[INSTRUCTIONS TO FOLLOW]:
Run through the records and, wherever a line holds the word "ReferenceEqualityComparer", return that line.

[Collected data]
____
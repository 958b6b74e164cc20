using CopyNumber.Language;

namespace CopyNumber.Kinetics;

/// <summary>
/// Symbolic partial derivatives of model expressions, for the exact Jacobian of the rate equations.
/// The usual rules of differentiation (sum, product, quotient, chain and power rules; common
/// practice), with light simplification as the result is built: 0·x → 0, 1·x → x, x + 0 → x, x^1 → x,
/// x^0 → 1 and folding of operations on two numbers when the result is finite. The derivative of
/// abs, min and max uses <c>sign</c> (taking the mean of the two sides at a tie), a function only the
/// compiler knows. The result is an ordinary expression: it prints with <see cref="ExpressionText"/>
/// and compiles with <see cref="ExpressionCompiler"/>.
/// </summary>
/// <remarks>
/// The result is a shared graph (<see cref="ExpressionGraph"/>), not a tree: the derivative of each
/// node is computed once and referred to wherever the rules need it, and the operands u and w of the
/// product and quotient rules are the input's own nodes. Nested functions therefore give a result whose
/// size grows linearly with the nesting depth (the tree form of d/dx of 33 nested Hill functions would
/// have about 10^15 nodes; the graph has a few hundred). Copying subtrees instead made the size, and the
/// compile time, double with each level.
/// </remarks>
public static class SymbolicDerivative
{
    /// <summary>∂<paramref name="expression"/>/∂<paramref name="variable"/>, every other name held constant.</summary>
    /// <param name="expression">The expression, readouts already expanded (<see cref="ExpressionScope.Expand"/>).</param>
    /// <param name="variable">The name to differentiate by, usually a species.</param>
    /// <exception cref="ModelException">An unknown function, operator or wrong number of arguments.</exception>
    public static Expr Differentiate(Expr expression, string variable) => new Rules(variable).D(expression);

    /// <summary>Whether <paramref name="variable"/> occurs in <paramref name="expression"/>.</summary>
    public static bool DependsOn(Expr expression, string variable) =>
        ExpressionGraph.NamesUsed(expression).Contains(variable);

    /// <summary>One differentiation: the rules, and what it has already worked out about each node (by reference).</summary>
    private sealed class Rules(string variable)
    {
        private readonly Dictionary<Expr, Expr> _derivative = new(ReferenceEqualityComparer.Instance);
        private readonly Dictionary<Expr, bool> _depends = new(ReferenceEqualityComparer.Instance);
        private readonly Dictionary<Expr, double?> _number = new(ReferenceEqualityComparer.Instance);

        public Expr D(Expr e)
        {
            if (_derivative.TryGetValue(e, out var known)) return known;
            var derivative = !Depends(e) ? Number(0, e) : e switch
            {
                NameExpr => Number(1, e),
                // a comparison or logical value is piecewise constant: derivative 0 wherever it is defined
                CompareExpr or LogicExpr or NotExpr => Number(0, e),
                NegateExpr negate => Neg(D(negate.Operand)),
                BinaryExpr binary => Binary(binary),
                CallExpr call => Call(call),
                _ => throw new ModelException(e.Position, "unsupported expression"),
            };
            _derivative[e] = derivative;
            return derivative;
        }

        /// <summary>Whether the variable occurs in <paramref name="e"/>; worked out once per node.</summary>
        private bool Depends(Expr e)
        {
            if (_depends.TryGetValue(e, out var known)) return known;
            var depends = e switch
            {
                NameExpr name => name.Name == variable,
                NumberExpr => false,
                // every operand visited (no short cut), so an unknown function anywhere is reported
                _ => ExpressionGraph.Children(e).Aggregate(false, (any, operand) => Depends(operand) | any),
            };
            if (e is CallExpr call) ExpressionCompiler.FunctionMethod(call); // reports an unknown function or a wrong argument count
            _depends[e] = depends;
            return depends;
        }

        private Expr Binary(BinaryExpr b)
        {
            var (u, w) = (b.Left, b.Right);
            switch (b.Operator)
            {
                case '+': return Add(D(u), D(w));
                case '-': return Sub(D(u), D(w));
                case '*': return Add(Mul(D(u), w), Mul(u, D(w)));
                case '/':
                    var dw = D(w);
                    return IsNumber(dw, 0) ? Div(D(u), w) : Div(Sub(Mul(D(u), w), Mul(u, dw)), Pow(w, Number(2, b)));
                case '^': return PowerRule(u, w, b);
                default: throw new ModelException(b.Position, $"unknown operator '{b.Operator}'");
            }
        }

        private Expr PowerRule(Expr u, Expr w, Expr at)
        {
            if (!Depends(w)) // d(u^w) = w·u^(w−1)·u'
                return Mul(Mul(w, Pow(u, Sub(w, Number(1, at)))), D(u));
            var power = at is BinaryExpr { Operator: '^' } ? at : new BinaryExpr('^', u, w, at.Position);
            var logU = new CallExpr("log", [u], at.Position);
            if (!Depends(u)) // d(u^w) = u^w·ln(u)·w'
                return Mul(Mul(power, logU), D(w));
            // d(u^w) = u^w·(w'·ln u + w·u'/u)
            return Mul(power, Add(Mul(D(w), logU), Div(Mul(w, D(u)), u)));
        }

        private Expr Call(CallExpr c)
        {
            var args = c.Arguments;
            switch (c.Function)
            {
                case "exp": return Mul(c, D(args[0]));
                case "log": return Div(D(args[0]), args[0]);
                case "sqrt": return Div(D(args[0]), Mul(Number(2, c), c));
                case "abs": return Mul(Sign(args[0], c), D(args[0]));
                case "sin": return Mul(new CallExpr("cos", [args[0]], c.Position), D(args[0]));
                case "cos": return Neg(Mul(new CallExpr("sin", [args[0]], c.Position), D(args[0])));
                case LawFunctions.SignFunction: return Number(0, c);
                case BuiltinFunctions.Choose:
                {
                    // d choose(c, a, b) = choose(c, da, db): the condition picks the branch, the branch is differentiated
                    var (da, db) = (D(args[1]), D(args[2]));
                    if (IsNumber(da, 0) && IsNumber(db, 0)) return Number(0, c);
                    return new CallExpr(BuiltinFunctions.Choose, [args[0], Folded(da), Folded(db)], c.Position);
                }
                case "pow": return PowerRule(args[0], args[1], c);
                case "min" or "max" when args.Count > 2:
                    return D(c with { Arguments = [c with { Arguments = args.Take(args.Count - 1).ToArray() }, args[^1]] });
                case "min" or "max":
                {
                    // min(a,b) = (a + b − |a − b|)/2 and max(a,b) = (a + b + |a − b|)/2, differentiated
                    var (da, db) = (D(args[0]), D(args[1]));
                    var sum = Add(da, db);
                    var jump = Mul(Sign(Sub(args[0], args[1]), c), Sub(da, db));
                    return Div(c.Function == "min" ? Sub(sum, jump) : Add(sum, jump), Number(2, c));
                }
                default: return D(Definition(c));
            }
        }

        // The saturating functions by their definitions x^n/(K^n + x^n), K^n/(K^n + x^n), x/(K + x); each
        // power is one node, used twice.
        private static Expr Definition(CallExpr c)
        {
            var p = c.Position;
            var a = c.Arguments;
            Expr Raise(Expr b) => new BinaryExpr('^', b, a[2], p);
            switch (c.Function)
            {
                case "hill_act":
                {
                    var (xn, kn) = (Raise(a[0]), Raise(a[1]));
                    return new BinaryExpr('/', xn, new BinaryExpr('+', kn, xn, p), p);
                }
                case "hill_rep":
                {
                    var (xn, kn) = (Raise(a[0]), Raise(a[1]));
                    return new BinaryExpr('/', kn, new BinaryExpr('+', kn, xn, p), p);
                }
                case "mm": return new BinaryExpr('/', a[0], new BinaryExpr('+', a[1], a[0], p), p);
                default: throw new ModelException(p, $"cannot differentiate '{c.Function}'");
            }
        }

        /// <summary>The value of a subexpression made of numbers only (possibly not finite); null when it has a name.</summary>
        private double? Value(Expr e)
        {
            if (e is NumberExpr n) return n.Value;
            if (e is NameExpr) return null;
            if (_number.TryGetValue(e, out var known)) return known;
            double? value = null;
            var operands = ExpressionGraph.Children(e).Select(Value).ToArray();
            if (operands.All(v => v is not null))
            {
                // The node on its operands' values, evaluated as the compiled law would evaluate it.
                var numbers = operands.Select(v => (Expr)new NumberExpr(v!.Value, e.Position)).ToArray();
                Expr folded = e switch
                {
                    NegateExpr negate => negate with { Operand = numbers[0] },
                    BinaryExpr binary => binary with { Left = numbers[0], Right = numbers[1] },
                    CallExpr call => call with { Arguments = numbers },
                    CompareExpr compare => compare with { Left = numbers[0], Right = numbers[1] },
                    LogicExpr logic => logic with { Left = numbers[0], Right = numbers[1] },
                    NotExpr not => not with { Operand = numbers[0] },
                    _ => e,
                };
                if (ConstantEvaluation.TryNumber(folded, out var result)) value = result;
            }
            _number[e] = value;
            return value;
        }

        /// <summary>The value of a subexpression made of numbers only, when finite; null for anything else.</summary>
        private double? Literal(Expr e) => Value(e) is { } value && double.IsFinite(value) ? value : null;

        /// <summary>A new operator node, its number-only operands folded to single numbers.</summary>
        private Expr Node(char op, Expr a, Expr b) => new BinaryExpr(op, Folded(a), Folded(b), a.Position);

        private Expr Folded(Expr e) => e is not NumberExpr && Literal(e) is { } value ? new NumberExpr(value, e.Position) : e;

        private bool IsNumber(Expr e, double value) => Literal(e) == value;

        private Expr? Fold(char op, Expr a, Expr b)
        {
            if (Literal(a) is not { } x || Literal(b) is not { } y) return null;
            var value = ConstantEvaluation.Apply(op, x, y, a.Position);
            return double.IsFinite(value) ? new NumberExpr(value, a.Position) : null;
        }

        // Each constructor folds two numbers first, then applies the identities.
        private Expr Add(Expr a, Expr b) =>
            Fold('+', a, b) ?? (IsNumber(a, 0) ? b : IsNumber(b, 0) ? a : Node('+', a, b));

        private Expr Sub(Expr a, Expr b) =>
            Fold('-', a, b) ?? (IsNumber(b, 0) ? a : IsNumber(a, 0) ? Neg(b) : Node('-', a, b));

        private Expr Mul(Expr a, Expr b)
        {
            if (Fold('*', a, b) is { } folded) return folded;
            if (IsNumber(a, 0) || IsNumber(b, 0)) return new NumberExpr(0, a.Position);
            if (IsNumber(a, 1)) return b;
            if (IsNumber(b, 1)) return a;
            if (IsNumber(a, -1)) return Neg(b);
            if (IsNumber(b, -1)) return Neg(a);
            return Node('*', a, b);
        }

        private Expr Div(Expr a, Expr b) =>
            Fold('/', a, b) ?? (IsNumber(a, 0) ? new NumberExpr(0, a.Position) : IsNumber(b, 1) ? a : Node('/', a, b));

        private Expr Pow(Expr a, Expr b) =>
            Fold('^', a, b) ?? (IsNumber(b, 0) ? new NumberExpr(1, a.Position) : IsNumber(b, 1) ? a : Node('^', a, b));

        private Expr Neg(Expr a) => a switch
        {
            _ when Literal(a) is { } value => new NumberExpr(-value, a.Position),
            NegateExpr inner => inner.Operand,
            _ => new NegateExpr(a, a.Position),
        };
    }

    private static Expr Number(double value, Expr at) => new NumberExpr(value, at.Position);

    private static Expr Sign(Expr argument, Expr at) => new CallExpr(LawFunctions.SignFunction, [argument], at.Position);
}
____
[SOLVED EXERCISE]:
        private readonly Dictionary<Expr, Expr> _derivative = new(ReferenceEqualityComparer.Instance);
        private readonly Dictionary<Expr, bool> _depends = new(ReferenceEqualityComparer.Instance);
        private readonly Dictionary<Expr, double?> _number = new(ReferenceEqualityComparer.Instance);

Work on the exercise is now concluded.